Aim of the task: From the entries, filter out every line that lacks "unplayed" and copy the rest.

Supplied entries:
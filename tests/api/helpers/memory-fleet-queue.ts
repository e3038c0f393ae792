import type { FleetQueue } from '../../../server/fleet/index.ts';

type Added = Parameters<FleetQueue['addChunks']>[0][number];

/**
 * A queue that keeps what is put on it in memory, for API tests of the routes without Redis
 * (the real queue and workers are tested in tests/fleet/ with real processes).
 */
export function memoryFleetQueue(): FleetQueue & { chunks: Added[] } {
  const chunks: Added[] = [];
  return {
    chunks,
    async addChunks(jobs) {
      chunks.push(...jobs);
    },
    async addFinish() {},
    async removeChunks(jobs) {
      for (const j of jobs) {
        const i = chunks.findIndex((c) => c.studyId === j.studyId && c.generation === j.generation && c.chunk === j.chunk);
        if (i >= 0) chunks.splice(i, 1);
      }
    },
    async pendingCount() {
      return chunks.length;
    },
    async close() {},
  };
}
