import { queryOptions, useQuery } from '@tanstack/react-query';
import { DynoFilesResponse } from '../../../../shared/schemas/dyno-file.ts';
import { api } from '../../../lib/api-client.ts';
import { dynoFilesKey, dynoFilesPath } from './query-keys.ts';

export const getDynoFiles = (workspaceId: string, setupId: string) => api.get(dynoFilesPath(workspaceId, setupId), DynoFilesResponse);

export const dynoFilesQueryOptions = (workspaceId: string, setupId: string) =>
  queryOptions({ queryKey: [...dynoFilesKey(workspaceId, setupId), 'list'], queryFn: () => getDynoFiles(workspaceId, setupId) });

export const useDynoFiles = (workspaceId: string, setupId: string) => useQuery(dynoFilesQueryOptions(workspaceId, setupId));
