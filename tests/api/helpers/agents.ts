import type { MeAnswer } from '../../../shared/schemas/account.ts';
import request from 'supertest';
import { CSRF_COOKIE, CSRF_HEADER } from '../../../server/auth/csrf.ts';

/** A cookie-keeping client that behaves like the browser app: it fetches /api/config for the CSRF cookie first. */
export interface BrowserLike {
  agent: InstanceType<typeof request.agent>;
  /** The CSRF value to send as `x-csrf-token`. */
  csrf: string;
  post(path: string, body?: object): request.Test;
  patch(path: string, body?: object): request.Test;
  put(path: string, body?: object): request.Test;
  del(path: string): request.Test;
  get(path: string): request.Test;
}

function cookieValue(setCookie: string[] | string | undefined, name: string): string | undefined {
  const list = Array.isArray(setCookie) ? setCookie : setCookie ? [setCookie] : [];
  for (const c of list) {
    const m = new RegExp(`^${name}=([^;]*)`).exec(c);
    if (m) return decodeURIComponent(m[1]);
  }
  return undefined;
}

export async function browserLike(url: string): Promise<BrowserLike> {
  const agent = request.agent(url);
  const res = await agent.get('/api/config').expect(200);
  const csrf = cookieValue(res.headers['set-cookie'], CSRF_COOKIE);
  if (!csrf) throw new Error('GET /api/config set no CSRF cookie');
  return {
    agent,
    csrf,
    post: (path, body) => agent.post(path).set(CSRF_HEADER, csrf).send(body ?? {}),
    patch: (path, body) => agent.patch(path).set(CSRF_HEADER, csrf).send(body ?? {}),
    put: (path, body) => agent.put(path).set(CSRF_HEADER, csrf).send(body ?? {}),
    del: (path) => agent.delete(path).set(CSRF_HEADER, csrf),
    get: (path) => agent.get(path),
  };
}

/** A browser-like client signed in with e-mail and password through the real route. */
export async function signedIn(url: string, email: string, password: string): Promise<BrowserLike> {
  const b = await browserLike(url);
  await b.post('/api/auth/signin', { email, password }).expect(200);
  return b;
}

export { cookieValue };

/** What GET /api/auth/me answers (200) to a caller who is not signed in. */
export const signedOut: MeAnswer = { user: null, memberships: [] };
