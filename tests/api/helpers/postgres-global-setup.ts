import type { TestProject } from 'vitest/node';
import { openDatabase } from '../../../server/db/database.ts';
import { adminQuery, type LocalPostgres, startLocalPostgres } from '../../../server/db/local-postgres.ts';
import { migrateToLatest } from '../../../server/db/migrator.ts';

const TEMPLATE = 'ridewright_template';
let cluster: LocalPostgres | undefined;

/**
 * The `api-pg` project's PostgreSQL: a throwaway cluster (Debian's package) on 127.0.0.1, and a
 * template database migrated once that each test app copies (CREATE DATABASE … TEMPLATE).
 */
export async function setup(project: TestProject): Promise<void> {
  cluster = await startLocalPostgres({ fast: true });
  await adminQuery(cluster.url(), `create database ${TEMPLATE}`);
  const db = openDatabase(cluster.url(TEMPLATE));
  const { error } = await migrateToLatest(db);
  await db.destroy();
  if (error) throw error;
  project.provide('postgresCluster', { adminUrl: cluster.url(), template: TEMPLATE });
}

export async function teardown(): Promise<void> {
  await cluster?.stop();
}
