import { useMutation, useQueryClient } from '@tanstack/react-query';
import { DynoFileItem, type DynoUploadFields } from '../../../../shared/schemas/dyno-file.ts';
import { api } from '../../../lib/api-client.ts';
import { dynoFilesKey, dynoFilesPath } from './query-keys.ts';

export interface DynoUpload {
  file: File;
  fields: DynoUploadFields;
}

export function uploadDynoFile(workspaceId: string, setupId: string, { file, fields }: DynoUpload) {
  const form = new FormData();
  for (const [key, value] of Object.entries(fields)) if (value !== undefined) form.set(key, String(value));
  form.set('file', file);
  return api.post(dynoFilesPath(workspaceId, setupId), form, DynoFileItem);
}

export function useUploadDynoFile(workspaceId: string, setupId: string) {
  const client = useQueryClient();
  return useMutation({
    mutationFn: (upload: DynoUpload) => uploadDynoFile(workspaceId, setupId, upload),
    onSuccess: () => client.invalidateQueries({ queryKey: dynoFilesKey(workspaceId, setupId) }),
  });
}
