import { readFileSync } from 'node:fs';
import type { Db } from '../../../server/db/database.ts';
import { uploadDynoFile } from '../../../server/dyno/dyno-files.service.ts';
import { uploadDrive } from '../../../server/drives/drives.service.ts';
import type { DriveItem } from '../../../shared/schemas/drive.ts';
import { createRoad } from '../../../server/roads/roads.service.ts';
import type { DynoFileItem } from '../../../shared/schemas/dyno-file.ts';
import type { RoadDetail } from '../../../shared/schemas/road-record.ts';
import { Road, type RoadInput } from '../../../shared/schemas/road.ts';
import type { TestUser } from './people.ts';

/** The invented example dyno files of the repository. */
export const peaksCsv = readFileSync(new URL('../../../examples/dyno/pipit-front-peaks.csv', import.meta.url), 'utf8');
export const seriesCsv = readFileSync(new URL('../../../examples/dyno/pipit-front-sine-record.csv', import.meta.url), 'utf8');

let counter = 0;

/** A new library road made through the service (an audit entry is written). */
export async function freshRoad(db: Db, workspaceId: string, author: TestUser, definition: RoadInput = { kind: 'bump', height: 0.04, length: 0.6, at: 10 }): Promise<RoadDetail> {
  const outcome = await createRoad(db, { workspaceId }, author, { name: `Fixture road ${++counter}`, definition: Road.parse(definition) }, new Date());
  if (!outcome.ok) throw new Error(`fixture road refused: ${outcome.message}`);
  return outcome.value;
}

/** A dyno file kept against a setup, made through the service. */
export async function freshDynoFile(db: Db, workspaceId: string, setupId: string, author: TestUser, text = peaksCsv): Promise<DynoFileItem> {
  const outcome = await uploadDynoFile(db, { workspaceId }, author, setupId, { text, filename: `fixture-${++counter}.csv`, bytes: text.length }, {}, new Date());
  if (!outcome.ok) throw new Error(`fixture dyno file refused: ${outcome.message}`);
  return outcome.value;
}

/** A small measured profile as CSV: 200 m at 0.25 m, elevations in mm. */
export function measuredCsv(rows = 800): string {
  const lines = ['distance [m],elevation [mm]'];
  for (let i = 0; i < rows; i++) {
    const x = i * 0.25;
    lines.push(`${x},${(3 * Math.sin(x / 3) + 1.2 * Math.sin(x * 1.7 + 1) + 0.4 * Math.sin(x * 7.3)).toFixed(3)}`);
  }
  return `${lines.join('\n')}\n`;
}

/** The first two seconds of the example drive (examples/drive/pipit-front-lane-drive.csv). */
export const driveCsv = readFileSync(new URL('../../../examples/drive/pipit-front-lane-drive.csv', import.meta.url), 'utf8').split('\n').slice(0, 403).join('\n');

/** A drive kept against a setup, made through the service. */
export async function freshDrive(db: Db, workspaceId: string, setupId: string, author: TestUser): Promise<DriveItem> {
  const outcome = await uploadDrive(db, { workspaceId }, author, setupId, { text: driveCsv, filename: `drive-${++counter}.csv`, bytes: driveCsv.length }, {}, new Date());
  if (!outcome.ok) throw new Error(`fixture drive refused: ${outcome.message}`);
  return outcome.value;
}
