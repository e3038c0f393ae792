import { useMutation, useQueryClient } from '@tanstack/react-query';
import { type ApplyDynoFitInput, ApplyDynoFitResult } from '../../../../shared/schemas/dyno-file.ts';
import { api } from '../../../lib/api-client.ts';
import { invalidateAfterSetupWrite } from '../../../lib/queries/setups.ts';
import { dynoFilesPath } from './query-keys.ts';

export const applyDynoFit = (workspaceId: string, setupId: string, fileId: string, input: ApplyDynoFitInput) =>
  api.post(`${dynoFilesPath(workspaceId, setupId)}/${encodeURIComponent(fileId)}/apply`, input, ApplyDynoFitResult);

/** Saves the fit as a new revision: the setup, its revisions, its files and what reads them refresh. */
export function useApplyDynoFit(workspaceId: string, setupId: string) {
  const client = useQueryClient();
  return useMutation({
    mutationFn: ({ fileId, input }: { fileId: string; input: ApplyDynoFitInput }) => applyDynoFit(workspaceId, setupId, fileId, input),
    onSuccess: () => invalidateAfterSetupWrite(client, workspaceId),
  });
}
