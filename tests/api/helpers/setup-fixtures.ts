import type { Setup, SetupInput } from '../../../shared/schemas/setup.ts';
import { Setup as SetupSchema } from '../../../shared/schemas/setup.ts';
import type { SetupDetail } from '../../../shared/schemas/setup-record.ts';
import type { Db } from '../../../server/db/database.ts';
import { createLink } from '../../../server/sharing/share-links.service.ts';
import { createSetup } from '../../../server/setups/setups.service.ts';
import type { TestUser } from './people.ts';

/** An invented small-hatchback front corner (SI units), valid against the setup schema. */
export function cornerDocument(name = 'Test front corner', overrides: Partial<SetupInput> = {}): SetupInput {
  return {
    name,
    sprungMass: 310,
    unsprungMass: 38,
    springRate: 32000,
    motionRatio: 0.95,
    tyreRate: 210000,
    tyreDamping: 50,
    damper: {
      compression: [
        [0.05, 80],
        [0.1, 130],
        [0.3, 250],
        [1.0, 520],
      ],
      rebound: [
        [0.05, 180],
        [0.1, 300],
        [0.3, 560],
        [1.0, 1200],
      ],
      gas: { force: 240 },
    },
    bumpStop: { clearance: 0.055, law: { kind: 'polynomial', coefficients: [20000, 0, 40000000] } },
    stroke: { compression: 0.085, extension: 0.095 },
    notes: 'Invented test corner.',
    ...overrides,
  };
}

/** The document as the server stores it (defaults filled in). */
export const parsed = (doc: SetupInput): Setup => SetupSchema.parse(doc);

let counter = 0;

/** A new setup with revision 1, made through the service as `author` (an audit entry is written). */
export async function freshSetup(db: Db, workspaceId: string, author: TestUser, doc: SetupInput = cornerDocument(`Fixture corner ${++counter}`)): Promise<SetupDetail> {
  const outcome = await createSetup(db, { workspaceId }, author, { setup: parsed(doc) }, new Date());
  if (!outcome.ok) throw new Error(`fixture setup refused: ${outcome.message}`);
  return outcome.value;
}

/** A live share link to a setup's latest revision; returns the raw token and the link id. */
export async function freshShareLink(db: Db, workspaceId: string, author: TestUser, revisionId: string, now: Date, expiresAt?: Date): Promise<{ token: string; linkId: string }> {
  const outcome = await createLink(db, { workspaceId }, author, { objectType: 'setup_revision', objectId: revisionId, expiresAt: expiresAt?.toISOString() ?? null }, now);
  if (!outcome.ok) throw new Error(`fixture share link refused: ${outcome.message}`);
  return { token: outcome.value.token, linkId: outcome.value.link.id };
}
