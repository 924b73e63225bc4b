import { Card } from '../../../src/lib/server/db/models/index';
import { createAssignment } from '../../../src/lib/server/classes/assignments';
import { createClass } from '../../../src/lib/server/classes/classes';
import { joinByCode } from '../../../src/lib/server/classes/members';
import { addDays } from '../../../src/lib/practice/day';
import { addReview, introduce, makeDeck, makeUser } from './world';

/**
 * A small class with a known review log, built the same way on any database:
 * - Ada practised every day from 1 to 10 March: each day Lick 1 in C (recalled) and Lick 2 in Gb
 *   (forgotten), plus a review of a card of her own and one she undid (neither counts);
 * - Ben practised on 5, 6 and 8 March, Lick 1 in F# (recalled, grade 2);
 * - Cy never practised.
 * "Now" is 10 March 2026, 12:00 UTC; everyone is in UTC with the day starting at 4.
 */
export const SCENARIO_NOW = new Date('2026-03-10T12:00:00Z');

export async function buildScenario() {
	const teacher = await makeUser('teacher', 'Rosa Scenario');
	const created = await createClass(teacher, { name: 'Scenario class' });
	if (!created.ok) throw new Error(created.message);
	const classId = created.class.id;
	const { deck, licks } = await makeDeck(teacher.id, 2);
	const spare = await makeDeck(teacher.id, 1, 'Spare deck', 'Spare lick');
	const ada = await makeUser('learner', 'Ada Steady');
	const ben = await makeUser('learner', 'Ben Patchy');
	const cy = await makeUser('learner', 'Cy Quiet');
	for (const person of [ada, ben, cy]) await joinByCode(person, created.class.code);
	const main = await createAssignment(
		teacher,
		classId,
		{ deckId: deck.id, startDate: '2026-02-28', newPerDay: 2, targetTempo: 100 },
		new Date('2026-02-28T10:00:00Z')
	);
	const other = await createAssignment(teacher, classId, {
		deckId: spare.deck.id,
		startDate: '2026-03-01',
		newPerDay: 1
	});
	if (!main.ok || !other.ok) throw new Error('assignments refused');
	const card = async (userId: string, lickIndex: number) =>
		(await Card.findOne({
			where: { userId, lickId: licks[lickIndex].id, assignmentId: main.assignment.id }
		}))!;

	const [a0, a1] = [await card(ada.id, 0), await card(ada.id, 1)];
	await introduce(a0, '2026-02-28', new Date('2026-03-10T11:00:00Z'), 120);
	await introduce(a1, '2026-02-28', new Date('2026-03-12T00:00:00Z'), 60);
	for (let d = 0; d < 10; d++) {
		const day = addDays('2026-03-01', d);
		await addReview(a0, new Date(`${day}T10:00:00Z`), day, 3, 'C');
		await addReview(a1, new Date(`${day}T11:00:00Z`), day, 1, 'Gb');
	}
	const own = await Card.create({
		userId: ada.id,
		lickId: spare.licks[0].id,
		quality: 'm7',
		due: SCENARIO_NOW,
		state: 2
	});
	await addReview(own, new Date('2026-03-10T11:30:00Z'), '2026-03-10', 1, 'E');
	const b0 = await card(ben.id, 0);
	await introduce(b0, '2026-03-05', new Date('2026-03-09T00:00:00Z'));
	for (const day of ['2026-03-05', '2026-03-06', '2026-03-08']) {
		await addReview(b0, new Date(`${day}T20:00:00Z`), day, 2, 'F#');
	}
	const undone = await card(ada.id, 0);
	await addReview(undone, new Date('2026-03-10T11:45:00Z'), '2026-03-10', 4, 'D');
	const { Review } = await import('../../../src/lib/server/db/models/index');
	await Review.update({ undoneAt: SCENARIO_NOW }, { where: { cardId: undone.id, key: 'D' } });
	return {
		teacher,
		classId,
		ada,
		ben,
		cy,
		mainId: main.assignment.id,
		otherId: other.assignment.id
	};
}

/** Rows without ids, for comparing runs on two databases. */
export function comparable<T extends { userId: string }>(rows: T[]) {
	return rows.map(({ userId: _userId, ...rest }) => rest);
}

/** The progress rows the scenario must give on every database, by name. */
export const expectedRows = [
	{
		name: 'Ada Steady',
		lastPracticeAt: '2026-03-10T11:00:00.000Z',
		doneToday: 2,
		dueNow: 1,
		streak: 10,
		retention: 0.5,
		reviewsThisWeek: 14,
		minutesThisWeek: 7,
		weakestKeys: ['Gb'],
		// Lick 1 at 120 of a 100 target counts as reached; Lick 2 at 60 is 0.6 of it.
		tempoReached: 0.8,
		cardsStarted: 2
	},
	{
		name: 'Ben Patchy',
		lastPracticeAt: '2026-03-08T20:00:00.000Z',
		doneToday: 0,
		dueNow: 1,
		streak: 0,
		// Only the 6 and 8 March reviews count: on 5 March the lick was brand new.
		retention: 1,
		reviewsThisWeek: 3,
		minutesThisWeek: 2,
		weakestKeys: [],
		tempoReached: 0,
		cardsStarted: 1
	},
	{
		name: 'Cy Quiet',
		lastPracticeAt: null,
		doneToday: 0,
		dueNow: 0,
		streak: 0,
		retention: null,
		reviewsThisWeek: 0,
		minutesThisWeek: 0,
		weakestKeys: [],
		tempoReached: null,
		cardsStarted: 0
	}
];
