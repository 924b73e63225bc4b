import { afterAll, beforeAll, describe, expect, test } from 'vitest';
import { classProgress } from '../../../src/lib/server/classes/progress';
import { learnerDetail, cellLevel } from '../../../src/lib/server/classes/learner';
import * as progressRoute from '../../../src/routes/api/classes/[id]/progress/+server';
import { openTestWorld, type TestWorld } from '../support/world';
import { buildScenario, comparable, expectedRows, SCENARIO_NOW } from './scenario';
import { callAs } from './world';

let world: TestWorld;
let scenario: Awaited<ReturnType<typeof buildScenario>>;
beforeAll(async () => {
	world = await openTestWorld();
	scenario = await buildScenario();
});
afterAll(() => world.close());

describe('class progress', () => {
	test('one row a learner, every figure counted from the review log of the class decks only', async () => {
		const result = await classProgress(scenario.teacher, scenario.classId, {}, SCENARIO_NOW);
		if (!result.ok) throw new Error(result.message);
		expect(comparable(result.items)).toEqual(expectedRows);
	});

	test('sorts by any column, missing values last, and filters by assignment', async () => {
		const byStreak = await classProgress(
			scenario.teacher,
			scenario.classId,
			{ sort: 'retention', dir: 'asc' },
			SCENARIO_NOW
		);
		expect(byStreak.ok && byStreak.items.map((r) => r.name)).toEqual([
			'Ada Steady',
			'Ben Patchy',
			'Cy Quiet'
		]);
		const desc = await classProgress(
			scenario.teacher,
			scenario.classId,
			{ sort: 'retention', dir: 'desc' },
			SCENARIO_NOW
		);
		expect(desc.ok && desc.items.map((r) => r.name)).toEqual([
			'Ben Patchy',
			'Ada Steady',
			'Cy Quiet'
		]);
		const spare = await classProgress(
			scenario.teacher,
			scenario.classId,
			{ assignmentId: scenario.otherId },
			SCENARIO_NOW
		);
		expect(spare.ok && spare.items.map((r) => r.reviewsThisWeek + r.doneToday + r.streak)).toEqual([
			0, 0, 0
		]);
		const wrong = await classProgress(
			scenario.teacher,
			scenario.classId,
			{ assignmentId: scenario.classId },
			SCENARIO_NOW
		);
		expect(wrong.ok ? 'accepted' : wrong.reason).toBe('invalid');
	});

	test('the CSV export streams the same rows with a header', async () => {
		const res = await callAs(
			progressRoute.GET,
			scenario.teacher,
			{ id: scenario.classId },
			{ path: '/?format=csv&sort=name' }
		);
		expect(res.headers.get('content-type')).toBe('text/csv; charset=utf-8');
		const lines = (await res.text()).trim().split('\n');
		expect(lines[0]).toBe(
			'learner,last practice (UTC),done today,due now,streak (days),retention (30 days),reviews this week,minutes this week,weakest keys,tempo reached (share of target)'
		);
		expect(lines).toHaveLength(4);
		expect(lines[3]).toBe('Cy Quiet,,0,0,0,,0,0,,');
	});
});

describe('a learner seen by their teacher', () => {
	test('the heat map has a row a lick and twelve key columns; each cell tells recall and tempo in words too', async () => {
		const result = await learnerDetail(scenario.teacher, scenario.classId, scenario.ada.id);
		if (!result.ok) throw new Error(result.message);
		const { view } = result;
		expect(view.keys).toEqual(['C', 'Db', 'D', 'Eb', 'E', 'F', 'Gb', 'G', 'Ab', 'A', 'Bb', 'B']);
		expect(view.rows.map((r) => r.title)).toEqual(['Lick 1', 'Lick 2', 'Spare lick 1']);
		const cell = (row: number, key: string) => view.rows[row].cells.find((c) => c.key === key)!;
		expect(cell(0, 'C')).toEqual({ key: 'C', reviews: 10, recall: 1, tempo: 100, level: 'secure' });
		expect(cell(1, 'Gb')).toEqual({
			key: 'Gb',
			reviews: 10,
			recall: 0,
			tempo: null,
			level: 'slipping'
		});
		expect(cell(0, 'D').level).toBe('unplayed');
		expect(view.rows.map((r) => [r.tempo, r.targetTempo, r.introduced])).toEqual([
			[120, 100, true],
			[60, 100, true],
			[null, 120, false]
		]);
		expect(view.log[0]).toEqual({
			day: '2026-03-10',
			reviews: 2,
			recalled: 1,
			licks: 2,
			minutes: 1
		});
		expect(view.log).toHaveLength(10);
	});

	test.each([
		[null, 0, 'unplayed'],
		[0.5, 4, 'slipping'],
		[1, 2, 'settling'],
		[0.85, 3, 'secure'],
		[0.84, 10, 'settling']
	] as const)('a cell with recall %s over %i reviews reads %s', (recall, reviews, level) => {
		expect(cellLevel(recall, reviews)).toBe(level);
	});

	test('a learner whose key order is the cycle of fourths sees its columns in that order', async () => {
		const { ben } = scenario;
		const { User } = await import('../../../src/lib/server/db/models/index');
		const row = (await User.findByPk(ben.id))!;
		await row.update({ settings: { ...row.settings, keyOrder: 'fourths' } });
		const result = await learnerDetail(scenario.teacher, scenario.classId, ben.id);
		// Cycle of fourths, common practice: C F Bb Eb Ab Db Gb B E A D G.
		expect(result.ok && result.view.keys).toEqual([
			'C',
			'F',
			'Bb',
			'Eb',
			'Ab',
			'Db',
			'Gb',
			'B',
			'E',
			'A',
			'D',
			'G'
		]);
		expect(result.ok && result.view.rows[0].cells.find((c) => c.key === 'Gb')?.reviews).toBe(3);
	});
});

Exercise result:
		expect(cell(0, 'D').level).toBe('unplayed');
		[null, 0, 'unplayed'],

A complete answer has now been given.